def _validate(s: StudySettings) -> None:
    def need(ok: bool, key: str, what: str) -> None:
        if not ok:
            raise UserError(f"study setting '{key}' {what}")

    def is_int(v: Any) -> bool:
        return isinstance(v, (int, np.integer)) and not isinstance(v, bool)

    def is_number(v: Any) -> bool:
        return isinstance(v, (int, float, np.integer, np.floating)) and not isinstance(v, bool)

    for key in ("population_shift", "phenotypic_cv", "genetic_correlation", "residual_correlation",
                "reduction", "rotation_degrees", "sex_effect", "breeding_males",
                "permanent_fraction", "brood_fraction", "unknown_parent_fraction",
                "missing_value_fraction"):
        need(is_number(getattr(s, key)) and math.isfinite(getattr(s, key)), key, "must be a number")
    for key in ("trait_means", "heritability"):
        values = getattr(s, key)
        need(values is None or all(is_number(v) and math.isfinite(v) for v in values), key,
             "must be a list of numbers, one per trait")
    need(len(s.populations) >= 1, "populations", "needs at least one population name")
    need(all(isinstance(p, str) and p.strip() == p and p and " " not in p for p in s.populations),
         "populations", "must be non-empty names without spaces")
    need(len(set(s.populations)) == len(s.populations), "populations", "has a name twice")
    need(len(s.traits) >= 1 and all(isinstance(x, str) and x for x in s.traits), "traits",
         "needs at least one non-empty trait name")
    need(len(set(s.traits)) == len(s.traits), "traits", "has a name twice")
    reserved = {"id", "population", "sex", "year", "brood"}
    need(not reserved & set(s.traits), "traits", f"must not use the column names {sorted(reserved)}")
    t = len(s.traits)
    if s.designs is not None:
        need(len(s.designs) == len(s.populations), "designs",
             f"needs one entry per population ({len(s.populations)}), got {len(s.designs)}")
        bad = [d for d in s.designs if d not in DESIGNS]
        if bad:
            need(False, "designs", f"has {bad[0]!r}; allowed: {', '.join(DESIGNS)}")
    designs = s.population_designs
    need(s.trait_means is None or len(s.trait_means) == t, "trait_means", f"needs {t} values (one per trait)")
    need(bool(np.all(s.means > 0)), "trait_means", "must all be positive (mean-standardisation needs it)")
    need(s.heritability is None or len(s.heritability) == t, "heritability", f"needs {t} values (one per trait)")
    h2 = s.heritabilities
    need(bool(np.all((h2 > 0) & (h2 < 1))), "heritability", "values must lie between 0 and 1")
    for key in ("permanent_fraction", "brood_fraction", "unknown_parent_fraction",
                "missing_value_fraction"):
        need(0 <= getattr(s, key) < 1, key, "must be in [0, 1)")
    need(bool(np.all(h2 + s.permanent_fraction + s.brood_fraction < 1)), "heritability",
         "plus permanent_fraction plus brood_fraction must stay below 1 for every trait")
    for key in ("genetic_correlation", "residual_correlation"):
        need(-1 < getattr(s, key) < 1, key, "must be between -1 and 1")
    need(0 < s.phenotypic_cv, "phenotypic_cv", "must be positive")
    need(0 < s.reduction <= 1, "reduction", "must be in (0, 1]")
    need(not ("reduced" in designs and s.G is None)
         or (is_int(s.reduced_axis) and 0 <= s.reduced_axis < t), "reduced_axis",
         f"must be an integer from 0 to {t - 1} (an eigen-axis of the {t}-trait G)")
    need(t >= 2 or "rotated" not in designs, "designs", "'rotated' needs at least two traits")
    for key in ("animals", "founders", "years", "max_breeding_age", "phenotyped",
                "records_per_animal", "duplicate_rows", "absent_parents", "stray_whitespace",
                "decimals"):
        need(is_int(getattr(s, key)), key, "must be an integer")
    need(s.founders >= 4, "founders", "must be at least 4 (two of each sex)")
    need(s.years >= 1, "years", "must be at least 1")
    need(s.animals >= s.founders + s.years, "animals",
         "must be at least founders + years (one offspring per season)")
    need(s.max_breeding_age >= 1, "max_breeding_age", "must be at least 1")
    need(0 < s.breeding_males <= 1, "breeding_males", "must be in (0, 1]")
    need(s.records_per_animal >= 1, "records_per_animal", "must be at least 1")
    need(s.absent_parents >= 0 and s.absent_parents <= s.founders * len(s.populations) // 2,
         "absent_parents", "must be between 0 and half the founders")
    need(1 <= s.phenotyped <= s.animals - s.absent_parents, "phenotyped",
         "must be between 1 and animals minus absent_parents")
    need(s.duplicate_rows >= 0 and s.stray_whitespace >= 0, "duplicate_rows",
         "and stray_whitespace must not be negative")
    need(0 <= s.decimals <= 10, "decimals", "must be from 0 to 10")
    need(len(s.missing_parent_codes) >= 1
         and all(isinstance(c, str) and c.strip() == c for c in s.missing_parent_codes),
         "missing_parent_codes", "needs at least one code without surrounding spaces")
    if s.G is not None:
        need(isinstance(s.G, Mapping) and sorted(s.G) == sorted(s.populations), "G",
             f"must give a matrix for each population ({', '.join(s.populations)})")
        for pop in s.populations:
            _check_matrix(s.G[pop], t, f"G.{pop}")
    if s.R is not None:
        _check_matrix(s.R, t, "R")
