def config_items(config: dict[str, Any], prefix: str = "") -> list[tuple[str, str]]:
    """The config as rows of (dotted key, value in words): ``compare.null_model.refit.chains`` and
    ``1``; lists joined with commas, a blank entry as "blank", null as what it means
    (:data:`CONFIG_NONE`) or "none"."""
    from .html import plain_value

    rows: list[tuple[str, str]] = []
    for key, value in config.items():
        name = f"{prefix}{key}"
        if isinstance(value, dict) and value:
            rows += config_items(value, prefix=f"{name}.")
        elif value is None:
            rows.append((name, CONFIG_NONE.get(name, "none")))
        else:
            rows.append((name, plain_value(value, exact=True)))
    return rows


def stage_cautions(inputs: ResultInputs) -> list[str]:
    """Assumptions and cautions the stages recorded (pedigree, null, compare), each once."""
    found: list[str] = []
    fit_records = [("fit", f.diagnostics, ("assumptions", "cautions")) for f in inputs.fits.values()]
    sources = [("pedigree", inputs.pedigree_summary, ("assumptions", "cautions")),
               *fit_records,
               ("null", inputs.null_summary, ("cautions",)),
               ("compare", inputs.compare_extras.get("summary") if inputs.compare_extras else None,
                ("cautions",))]
    seen: set[str] = set()
    for stage, record, keys in sources:
        for key in keys:
            items = (record or {}).get(key) or []
            for item in items if isinstance(items, list) else [items]:
                text = str(item).strip()
                if text and text not in seen:
                    seen.add(text)
                    found.append(f"{stage}: {text}")
    return found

■ **Try it**: Go through the listing above and return each line where the word "spaces" occurs.

■ **Expected answer**:
         "populations", "must be non-empty names without spaces")
         "missing_parent_codes", "needs at least one code without surrounding spaces")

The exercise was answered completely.